When I was in highschool, my best friend who was a guy came over for dinner. It was the first time he had spent any time with my family. I come from a family of 6 and there used to be a couple of hired men dining with us as well. Well when Martin (my best friend), tried to join in the conversation that the men at the table were talking about, he said, ".....well my uncle has a lot of condoms and he paid almost 400,000 dollars for one of them". Everyone stopped eating and the room fell silent. I started to giggle and said, "Martin I think you must have meant to say condominiums instead of condoms??!!". He was horrified but we all laughed and needless to say there were a few jokes at the table about the high cost of condoms....and my dad saying he would buy Martin some if he couldnt afford any 

*shrugs*

Tarella


----------



## swamptoad (Jan 16, 2006)

Now thats funny, right there.


----------



## Michelle (Jan 16, 2006)

Being from a farm background, I got a good chuckle out of this one, Tara.

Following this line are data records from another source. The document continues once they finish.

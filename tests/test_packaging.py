"""Packaging: a wheel carries the built-in rules (common practice: a
non-editable install must work outside the source tree)."""

from __future__ import annotations

import fnmatch
import tomllib
from pathlib import Path

ROOT = Path(__file__).resolve().parent.parent


def test_builtin_rules_link_and_package_data_cover_every_rule_file():
    link = ROOT / "enumerator" / "builtin_rules"
    assert link.is_symlink() and link.resolve() == (ROOT / "rules").resolve()
    data = tomllib.loads((ROOT / "pyproject.toml").read_text())["tool"]["setuptools"]["package-data"]["enumerator"]
    for f in (ROOT / "rules").rglob("*"):
        if f.is_file():
            rel = "builtin_rules/" + f.relative_to(ROOT / "rules").as_posix()
            assert any(fnmatch.fnmatchcase(rel, pat) and rel.count("/") == pat.count("/") for pat in data), rel
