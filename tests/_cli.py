"""Run the console entry point in process, for tests of its exit statuses (0 done, 2 input error, 1 internal)."""

from __future__ import annotations

import io
from contextlib import redirect_stderr, redirect_stdout

from enumerator.cli import main


def cli(args):
    """(exit status, stdout, stderr) of the console entry point, in process."""
    out, err = io.StringIO(), io.StringIO()
    code = 0
    with redirect_stdout(out), redirect_stderr(err):
        try:
            main(list(args))
        except SystemExit as exc:
            code = exc.code if isinstance(exc.code, int) else (0 if exc.code is None else 1)
    return code, out.getvalue(), err.getvalue()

It also reminded me of my ex-husband's brother. They were living together right before we got married and the ex and I were retiring into the bedroom when he yelled at us, "I sure hope you two use contraphylactics!!" He was serious. 




Tarella said:


> When I was in highschool, my best friend who was a guy came over for dinner. It was the first time he had spent any time with my family. I come from a family of 6 and there used to be a couple of hired men dining with us as well. Well when Martin (my best friend), tried to join in the conversation that the men at the table were talking about, he said, ".....well my uncle has a lot of condoms and he paid almost 400,000 dollars for one of them". Everyone stopped eating and the room fell silent. I started to giggle and said, "Martin I think you must have meant to say condominiums instead of condoms??!!". He was horrified but we all laughed and needless to say there were a few jokes at the table about the high cost of condoms....and my dad saying he would buy Martin some if he couldnt afford any
> 
> *shrugs*
> 
> Tarella


----------



## Tarella (Jan 16, 2006)

Michelle said:


> Being from a farm background, I got a good chuckle out of this one, Tara.
> 
> It also reminded me of my ex-husband's brother. They were living together right before we got married and the ex and I were retiring into the bedroom when he yelled at us, "I sure hope you two use contraphylactics!!" He was serious.


LOL Too funny*S*


----------